Work to be completed
Pick out each line of the records in which the word "library" appears.

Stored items
::::

def _finish(cfg, prep, folder, stage, entries, keep, previous, *, command, input_files, run_id,
            provenance, force=False):
    """Tables, figures and the manifest into the stage, then the commit."""
    from euphotic import __version__

    out_dir = folder.path
    order = [(m, mo) for m in cfg.models for mo in prep.months]
    suffix = "zarr" if cfg.output_format == "zarr" else "nc"
    map_names = [f"npp_{m}_{np.datetime64(mo, 'M')}.{suffix}" for m, mo in order]
    rows = [r for n in map_names for r in _rows_from_json(entries[n].get("rows", []))]
    totals = stage.file("regional_totals.csv")
    sidecar = outputs.totals_metadata_path(totals)
    with _writing(out_dir, "the regional totals table"):
        outputs.write_totals_csv(rows, totals)
        outputs.write_totals_metadata(
            sidecar, csv_name=totals.name, models=cfg.models, earth=cfg.earth,
            provenance=provenance, metadata=cfg.metadata)
    entries[totals.name] = {"kind": "table", **runfolder.stat_entry(totals)}
    entries[sidecar.name] = {"kind": "table metadata", "of": totals.name, **runfolder.stat_entry(sidecar)}
    # two or more models: their spread (npp_ensemble_YYYY-MM.nc, ensemble_totals.csv)
    from euphotic import ensemble_outputs

    with _writing(out_dir, "the ensemble of the models"):
        ensemble = ensemble_outputs.add_to_run(
            cfg, prep.months, stage, entries, keep, {} if force else previous,
            map_names={(m, str(np.datetime64(mo, "M"))): n for (m, mo), n in zip(
                order, map_names, strict=True)},
            rows=rows, command=command, provenance=provenance)

    figures: list[Path] = []
    prev_outputs = previous.get("outputs", {})
    for name in map_names:  # map figures: kept when their map is unchanged
        png = name.rsplit(".", 1)[0] + ".png"
        fp = runfolder.config_fingerprint([entries[name]["fingerprint"], FIGURE_FORMAT])
        old = prev_outputs.get(png)
        if name in keep and old and old.get("fingerprint") == fp and runfolder.intact(out_dir / png, old):
            entries[png] = old
            keep.add(png)
            figures.append(out_dir / png)
            continue
        if not cfg.figures:
            continue
        from euphotic import figures as figs

        src = out_dir / name if name in keep else stage.file(name)
        with _writing(out_dir, f"the figure {png}"):
            figs.map_figure(src, stage.file(png), prep.region_masks)
        entries[png] = {"kind": "figure", "of": name, "fingerprint": fp,
                        **runfolder.stat_entry(stage.file(png))}
        figures.append(out_dir / png)
    if cfg.figures and rows:
        from euphotic import figures as figs

        with _writing(out_dir, "the totals chart"):
            figs.totals_figure(rows, stage.file("regional_totals.png"))
        entries["regional_totals.png"] = {"kind": "figure", **runfolder.stat_entry(stage.file("regional_totals.png"))}
        figures.append(out_dir / "regional_totals.png")

    # outputs of the steps after the run, kept for them to reuse (euphotic.steps.run_steps)
    from euphotic.steps import carried

    step_entries, step_records = ({}, {}) if force else carried(cfg, previous, out_dir)
    for name, entry in step_entries.items():
        if name not in entries:
            entries[name] = entry
            keep.add(name)
    base = Path(cfg.path).resolve().parent if cfg.path else out_dir  # inputs: relative to it
    try:
        config_sha = runfolder.hashlib.sha256(Path(cfg.path).read_bytes()).hexdigest()
    except OSError:
        config_sha = None
    manifest = {
        "tool": "euphotic",
        "version": __version__,
        "run_id": run_id,
        "created": runfolder.now_iso(),
        "command": command,
        "config": str(Path(cfg.path).resolve()) if cfg.path else None,
        "config_sha256": config_sha,
        "config_fingerprint": runfolder.config_fingerprint(
            {k: v for k, v in vars(cfg).items() if k not in ("path", "output_dir")}),
        "models": list(cfg.models),
        "coverage_rule": {"min_coverage": cfg.min_coverage, "low_coverage": cfg.low_coverage},
        "months": [str(np.datetime64(m, "M")) for m in prep.months],
        "skipped_months": [str(np.datetime64(m, "M")) for m in prep.skipped_months],
        "inputs": {role: [os.path.relpath(p, base) for p in files]
                   for role, files in input_files.items()},
        "caution": outputs.CAUTION,
        "outputs": {n: entries[n] for n in sorted(entries)},
        "steps": step_records,
    }
    with _writing(out_dir, "the run manifest"):
        folder.commit(stage, manifest, keep=keep)
    return RunResult(
        maps=[out_dir / n for n in map_names],
        totals_csv=out_dir / "regional_totals.csv",
        rows=rows,
        figures=figures,
        manifest=out_dir / runfolder.MANIFEST_NAME,
        ensemble=[out_dir / n for n in ensemble],
    )
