"""Tests of euphotic.readers (opening, decoding, dating, unit conversion) and grid matching.

External references used here:

* A real file not made by this project: the monthly HadISST 1.1 SST file that Cartopy ships
  (``cartopy/data/netcdf/HadISST1_SST_update.nc``; Rayner et al. 2003, JGR 108(D14) 4407),
  read independently with the netCDF4 library and its time bounds decoded with cftime.
* CF Conventions 1.11: section 2.5.1 (``_FillValue``, ``missing_value``, ``valid_min``,
  ``valid_max``, ``valid_range``), section 8.1 (``scale_factor``/``add_offset`` packing; the
  valid range of packed data is given in the packed type), section 7.1 (time ``bounds``),
  section 4.2 (longitude in degrees_east, any 360-degree range).
* ACDD 1.3 (Attribute Convention for Data Discovery): ``time_coverage_start`` and
  ``time_coverage_end`` as ISO 8601 strings.
* McCree, K. J. (1972), Agricultural Meteorology 10:443-453: 4.57 umol photons per joule of
  daylight PAR. SI: 1 einstein = 1 mol photons; 1 day = 86,400 s.
* UDUNITS-2 unit database (Unidata, ``lib/udunits2-common.xml``): the accepted names of the
  Celsius and Kelvin scales; CF requires units strings that UDUNITS understands.
* ISO 8601: calendar dates in the extended (2020-03-31) and basic (20200331) formats.
* CF Conventions 4.4.1: the ``360_day`` calendar (every month has 30 days).
* Python's standard library ``datetime`` (day-of-year and month arithmetic).

All other files are tiny synthetic NetCDF files written into ``tmp_path`` by
``tests/_files.py``; their expected readings are worked out by hand and stated beside each check.
"""

from __future__ import annotations

import datetime as dt
import importlib.util
from pathlib import Path

import cftime
import dask
import netCDF4
import numpy as np
import pytest
import xarray as xr

from euphotic.errors import GridMismatchError, InputFileError
from euphotic.readers import InputSpec, match_grid, open_input

from ._files import STD, axis, write_grid
from .conftest import NoCompute


@pytest.fixture(autouse=True)
def _no_physical_screen(monkeypatch):
    """The tests here check decoding, dating, units and grids with values chosen for the
    arithmetic (e.g. SST -5 degC, PAR 172,800 mol m-2 d-1), not for realism: the physical
    range screen is switched off (infinite ranges) and tested in test_screen.py."""
    from euphotic import screen

    monkeypatch.setattr(screen, "DEFAULT_VALID_RANGE",
                        {r: (-np.inf, np.inf) for r in screen.DEFAULT_VALID_RANGE})


def _d(text: str) -> np.datetime64:
    return np.datetime64(text, "ns")


def _days(*dates: dt.date) -> list[np.datetime64]:
    return [np.datetime64(d, "ns") for d in dates]


# A one-day ACDD coverage, for files whose dates are not what a test is about.
ONE_DAY = {"time_coverage_start": "2020-01-01", "time_coverage_end": "2020-01-01"}


def _assert_error_names(excinfo, path, *phrases: str) -> None:
    """The error is an InputFileError that starts with the path and says what is wrong."""
    err = excinfo.value
    assert isinstance(err, InputFileError)
    assert err.path == str(path)
    msg = str(err)
    assert msg.startswith(f"{path}: "), msg
    for phrase in phrases:
        assert phrase in msg, msg


# ------------------------------------------------------------------------------------------
# 1. A real, non-project file: HadISST 1.1 monthly SST shipped by Cartopy
# ------------------------------------------------------------------------------------------

_CARTOPY = importlib.util.find_spec("cartopy")
HADISST = (Path(_CARTOPY.origin).parent / "data" / "netcdf" / "HadISST1_SST_update.nc"
           if _CARTOPY is not None else Path("cartopy-not-installed"))


@pytest.mark.skipif(not HADISST.exists(), reason="Cartopy's HadISST sample file is not installed")
def test_hadisst_file_from_cartopy_reads_like_netcdf4():
    # Independent read: netCDF4 with automatic masking/scaling off, so the raw stored floats.
    with netCDF4.Dataset(HADISST) as ds:
        ds.set_auto_maskandscale(False)
        raw = np.array(ds["sst"][0], dtype=np.float64)
        raw_lat = np.array(ds["lat"][:], dtype=np.float64)
        raw_lon = np.array(ds["lon"][:], dtype=np.float64)
        fill = float(ds["sst"].getncattr("_FillValue"))
        t_units = ds["time"].units
        t_cal = getattr(ds["time"], "calendar", "standard")  # CF default calendar
        bnds = cftime.num2date(np.array(ds["time_bnds"][:]), t_units, calendar=t_cal)
    assert raw_lat[0] > raw_lat[-1], "the HadISST file stores latitudes north to south"
    assert fill == pytest.approx(-1e30)

    da = open_input(InputSpec(role="sst", files=str(HADISST)))

    assert da.dims == ("time", "lat", "lon")
    assert da.sizes == {"time": 1, "lat": 180, "lon": 360}
    # Latitude ascending after reading: the raw axis flipped, -89.5 .. 89.5.
    np.testing.assert_array_equal(da.lat.values, raw_lat[::-1])
    assert np.all(np.diff(da.lat.values) > 0)
    # Longitude already in [-180, 180): unchanged, -179.5 .. 179.5.
    np.testing.assert_array_equal(da.lon.values, raw_lon)
    assert da.attrs["units"] == "degC" and da.attrs["source_variable"] == "sst"

    got = da.isel(time=0).values.astype(np.float64)
    flipped = raw[::-1, :]
    land = flipped == fill
    # Land and sea-ice cells carry the -1e30 fill: NaN after reading, and nothing else is NaN.
    assert land.sum() > 1000
    np.testing.assert_array_equal(np.isnan(got), land)
    # The file is already in degC with scale_factor 1, add_offset 0: the stored float32
    # values come back unchanged (exact comparison; same float32 numbers).
    np.testing.assert_array_equal(got[~land], flipped[~land])
    # A few named cells, located on the raw (north-to-south) axis by their coordinates.
    for lat_c, lon_c in [(0.5, -150.5), (-40.5, 20.5), (30.5, 160.5)]:
        i_raw = int(np.argmin(np.abs(raw_lat - lat_c)))
        j_raw = int(np.argmin(np.abs(raw_lon - lon_c)))
        value = float(da.sel(lat=lat_c, lon=lon_c).isel(time=0))
        assert raw[i_raw, j_raw] != fill
        assert value == float(raw[i_raw, j_raw])
    # Warmest and coldest ocean values: the file's own actual_range is [-1.8, 33.142124] degC.
    assert np.nanmax(got) == pytest.approx(33.142124, abs=1e-5)
    assert np.nanmin(got) == pytest.approx(-1.8, abs=1e-6)

    # Period from time_bnds (CF 7.1), decoded here with cftime: one calendar month; the upper
    # bound is midnight of the next month, so it is the exclusive end as it stands.
    b0, b1 = bnds[0]
    start = np.datetime64(dt.date(b0.year, b0.month, b0.day), "ns")
    end = np.datetime64(dt.date(b1.year, b1.month, b1.day), "ns")
    assert (b0.day, b0.hour, b1.day, b1.hour) == (1, 0, 1, 0)
    assert da.period_start.values[0] == start
    assert da.period_end.values[0] == end
    month = start.astype("datetime64[M]")
    assert (month + 1).astype("datetime64[ns]") == end  # exactly one calendar month


# ------------------------------------------------------------------------------------------
# 2. Decoding: packing, fill values, valid range (CF 2.5.1 and 8.1)
# ------------------------------------------------------------------------------------------

# Raw int16 values, packed Kelvin: T[K] = raw * 0.01 + 273.15, so T[degC] = raw * 0.01 (by hand).
PACKED_RAW = np.array(
    [
        [-32768, 0, 1234, 2000],  # fill, 0.00, 12.34, 20.00 degC
        [-500, 4000, -501, 4001],  # -5.00 (= valid_min), 40.00 (= valid_max), below, above
        [2685, -180, 3000, 32767],  # 26.85, -1.80, 30.00, far above valid_max
    ],
    dtype=np.int16,
)
PACKED_EXPECTED_C = np.array(
    [
        [np.nan, 0.0, 12.34, 20.0],
        [-5.0, 40.0, np.nan, np.nan],
        [26.85, -1.80, 30.0, np.nan],
    ]
)


@pytest.mark.parametrize("attr_dtype", [np.float32, np.float64])
@pytest.mark.parametrize("range_attrs", ["min_max", "range"])
def test_packed_int16_kelvin_with_valid_range_in_packed_units(tmp_path, attr_dtype, range_attrs):
    # CF 8.1: valid_min/valid_max (or valid_range) of packed data are in the packed type, so
    # -500 and 4000 mean -5 and 40 degC; values outside are missing (CF 2.5.1).
    if range_attrs == "min_max":
        rng = {"valid_min": np.int16(-500), "valid_max": np.int16(4000)}
    else:
        rng = {"valid_range": np.array([-500, 4000], dtype=np.int16)}
    path = write_grid(
        tmp_path / "sst_packed.nc",
        PACKED_RAW,
        axis(-1.0, 1.0, 3),
        axis(10.0, 1.0, 4),
        name="analysed_sst",
        dtype="i2",
        fill_value=np.int16(-32768),
        var_attrs={
            "standard_name": STD["sst"],
            "units": "kelvin",
            "scale_factor": attr_dtype(0.01),
            "add_offset": attr_dtype(273.15),
            **rng,
        },
        global_attrs=ONE_DAY,
    )
    da = open_input(InputSpec(role="sst", files=str(path)))
    got = da.isel(time=0).values
    # Tolerance: float32 attributes hold 273.15 and 0.01 only to float32 precision (spacing
    # 3e-5 near 273), so 1e-4 degC = 1 % of the 0.01 K packing step; float64 attributes give
    # the hand values to rounding error.
    atol = 1e-4 if attr_dtype is np.float32 else 1e-9
    np.testing.assert_allclose(got, PACKED_EXPECTED_C, rtol=0, atol=atol)
    np.testing.assert_array_equal(np.isnan(got), np.isnan(PACKED_EXPECTED_C))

::::

Response to this task
  read independently with the netCDF4 library and its time bounds decoded with cftime.
* Python's standard library ``datetime`` (day-of-year and month arithmetic).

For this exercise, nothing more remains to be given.